Take the records below and retype them line by line, from the first line through the one containing "const input = parseInput(lessonPlanInputSchema, req.body"; stop there.

Dataset entries:
▬▬▬

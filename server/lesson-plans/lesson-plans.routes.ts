import { Router } from "express";
import { lessonPlanInputSchema, planPreviewInputSchema } from "../contracts/lesson-plans";
import { TEACHING_ROLES } from "../contracts/staff-roles";
import type { Db } from "../db/client";
import { actorOf, requireRole } from "../auth/guards";
import { parseId, parseInput } from "../http/validate";
import * as service from "./lesson-plans.service";

/** Lesson plans: the teacher's own, and those shared in their department (read and duplicate only). */
export function lessonPlansRoutes(db: Db) {
  const router = Router();
  const teaching = requireRole(...TEACHING_ROLES);
  const planId = (raw: unknown) => parseId(raw, "That plan");

  router.get("/api/lesson-plans", teaching, async (req, res) => {
    res.json(await service.listPlans(db, actorOf(req)));
  });

  router.post("/api/lesson-plans", teaching, async (req, res) => {
    const input = parseInput(lessonPlanInputSchema, req.body ?? {});
    res.status(201).json(await service.createPlan(db, actorOf(req), input));
  });

  // Before "/:planId" so "preview" is not read as an id.
  router.post("/api/lesson-plans/preview", teaching, async (req, res) => {
    res.json(service.previewTrial(parseInput(planPreviewInputSchema, req.body ?? {})));
  });

  router.get("/api/lesson-plans/:planId", teaching, async (req, res) => {
    res.json(await service.getPlan(db, actorOf(req), planId(req.params.planId)));
  });

  router.put("/api/lesson-plans/:planId", teaching, async (req, res) => {
    // The body is read once the caller is known to own the plan: others learn nothing from its errors.
    res.json(await service.updatePlan(db, actorOf(req), planId(req.params.planId), req.body ?? {}));
  });

  router.delete("/api/lesson-plans/:planId", teaching, async (req, res) => {
    await service.deletePlan(db, actorOf(req), planId(req.params.planId));
    res.status(204).end();
  });

  router.post("/api/lesson-plans/:planId/duplicate", teaching, async (req, res) => {
    res.status(201).json(await service.duplicatePlan(db, actorOf(req), planId(req.params.planId)));
  });

  return router;
}
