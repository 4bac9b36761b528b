import { and, eq, gte, isNull, lt, sql } from "drizzle-orm";
import type { Db } from "../db/client";
import { classes, departments, lessonParticipants, lessons, schools, staff, trials, weeklyDigestSends } from "../db/schema";
import type { Mailer } from "../mail/mailer";
import { addDays, mondayOf } from "../contracts/department-overview";
import { isoDayIn } from "../contracts/school";
import { weeklyDigestMail, type DigestRow } from "./digest.mail";

/** The week before the one `now` falls in, Monday to Monday, as calendar days in the school's time zone. */
export function reportedWeek(now: Date, timeZone: string): { startDay: string; endDay: string } {
  const thisMonday = mondayOf(isoDayIn(now, timeZone));
  return { startDay: addDays(thisMonday, -7), endDay: thisMonday };
}

/** The instants the school's days start at (Postgres's tz database, as the overview uses). */
async function midnightsIn(db: Db, timeZone: string, startDay: string, endDay: string): Promise<{ start: Date; end: Date }> {
  // As epoch milliseconds: raw rows carry timestamps as text.
  const ms = (day: string) => sql`(extract(epoch from (${day}::timestamp at time zone ${timeZone})) * 1000)::float8`;
  const result = await db.execute<{ start: number; end: number }>(sql`select ${ms(startDay)} as "start", ${ms(endDay)} as "end"`);
  const row = result.rows[0]!;
  return { start: new Date(row.start), end: new Date(row.end) };
}

/** Lessons in one department in [start, end), per teacher and class: counts only, never pupils. */
export async function departmentWeek(db: Db, departmentId: string, start: Date, end: Date): Promise<DigestRow[]> {
  const trialsRun = db
    .select({ lessonId: trials.lessonId, count: sql<number>`count(*)::int`.as("trials_run") })
    .from(trials)
    .where(sql`${trials.ranAt} is not null`)
    .groupBy(trials.lessonId)
    .as("trials_run");
  const pupils = db
    .select({ lessonId: lessonParticipants.lessonId, count: sql<number>`count(*)::int`.as("pupils") })
    .from(lessonParticipants)
    .groupBy(lessonParticipants.lessonId)
    .as("pupils");
  const rows = await db
    .select({
      teacherName: staff.displayName,
      className: classes.name,
      lessons: sql<number>`count(${lessons.id})::int`,
      trialsRun: sql<number>`coalesce(sum(${trialsRun.count}), 0)::int`,
      pupils: sql<number>`coalesce(sum(${pupils.count}), 0)::int`,
    })
    .from(lessons)
    .innerJoin(classes, eq(classes.id, lessons.classId))
    .innerJoin(staff, eq(staff.id, lessons.teacherId))
    .leftJoin(trialsRun, eq(trialsRun.lessonId, lessons.id))
    .leftJoin(pupils, eq(pupils.lessonId, lessons.id))
    .where(and(eq(classes.departmentId, departmentId), gte(lessons.startedAt, start), lt(lessons.startedAt, end)))
    .groupBy(staff.displayName, classes.name)
    .orderBy(staff.displayName, classes.name);
  return rows;
}

export interface DigestRunResult {
  sent: number;
  /** Already sent (or found quiet) for this week by an earlier run. */
  skipped: number;
  failed: number;
  /** Heads whose department ran no lessons that week: no mail (holidays would otherwise fill inboxes). */
  quiet: number;
}

/**
 * Sends last week's digest to every head of department who has not had it yet. The row in
 * weekly_digest_sends is claimed first and released if the mail server refuses the message, so
 * a later run tries again and nobody gets two. A week without lessons is claimed but not mailed.
 */
export async function sendWeeklyDigests(
  db: Db,
  deps: { mailer: Pick<Mailer, "send">; publicUrl: string; now?: Date; log?: (message: string, error?: unknown) => void },
): Promise<DigestRunResult> {
  const now = deps.now ?? new Date();
  const heads = await db
    .select({
      id: staff.id,
      email: staff.email,
      displayName: staff.displayName,
      departmentId: staff.departmentId,
      departmentName: departments.name,
      schoolName: schools.name,
      timeZone: schools.timeZone,
    })
    .from(staff)
    .innerJoin(departments, eq(departments.id, staff.departmentId))
    .innerJoin(schools, eq(schools.id, staff.schoolId))
    .where(and(eq(staff.role, "head_of_department"), isNull(staff.removedAt)));

  const result: DigestRunResult = { sent: 0, skipped: 0, failed: 0, quiet: 0 };
  for (const head of heads) {
    const { startDay, endDay } = reportedWeek(now, head.timeZone);
    const { start, end } = await midnightsIn(db, head.timeZone, startDay, endDay);
    const claimed = await db
      .insert(weeklyDigestSends)
      .values({ staffId: head.id, weekStart: start })
      .onConflictDoNothing()
      .returning({ id: weeklyDigestSends.id });
    if (claimed.length === 0) {
      result.skipped++;
      continue;
    }
    try {
      const rows = await departmentWeek(db, head.departmentId!, start, end);
      if (rows.length === 0) {
        result.quiet++;
        continue;
      }
      await deps.mailer.send(
        weeklyDigestMail({
          to: head.email,
          headName: head.displayName,
          departmentName: head.departmentName,
          schoolName: head.schoolName,
          weekStart: startDay,
          rows,
          overviewUrl: `${deps.publicUrl}/department`,
        }),
      );
      result.sent++;
    } catch (error) {
      await db.delete(weeklyDigestSends).where(eq(weeklyDigestSends.id, claimed[0]!.id));
      result.failed++;
      deps.log?.(`[digest] could not send the weekly digest to staff ${head.id}`, error);
    }
  }
  return result;
}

▬▬▬

§ **Finished exercise**
filename server/lesson-plans/lesson-plans.routes.ts
import { Router } from "express";
import { lessonPlanInputSchema, planPreviewInputSchema } from "../contracts/lesson-plans";
import { TEACHING_ROLES } from "../contracts/staff-roles";
import type { Db } from "../db/client";
import { actorOf, requireRole } from "../auth/guards";
import { parseId, parseInput } from "../http/validate";
import * as service from "./lesson-plans.service";

/** Lesson plans: the teacher's own, and those shared in their department (read and duplicate only). */
export function lessonPlansRoutes(db: Db) {
  const router = Router();
  const teaching = requireRole(...TEACHING_ROLES);
  const planId = (raw: unknown) => parseId(raw, "That plan");

  router.get("/api/lesson-plans", teaching, async (req, res) => {
    res.json(await service.listPlans(db, actorOf(req)));
  });

  router.post("/api/lesson-plans", teaching, async (req, res) => {
    const input = parseInput(lessonPlanInputSchema, req.body ?? {});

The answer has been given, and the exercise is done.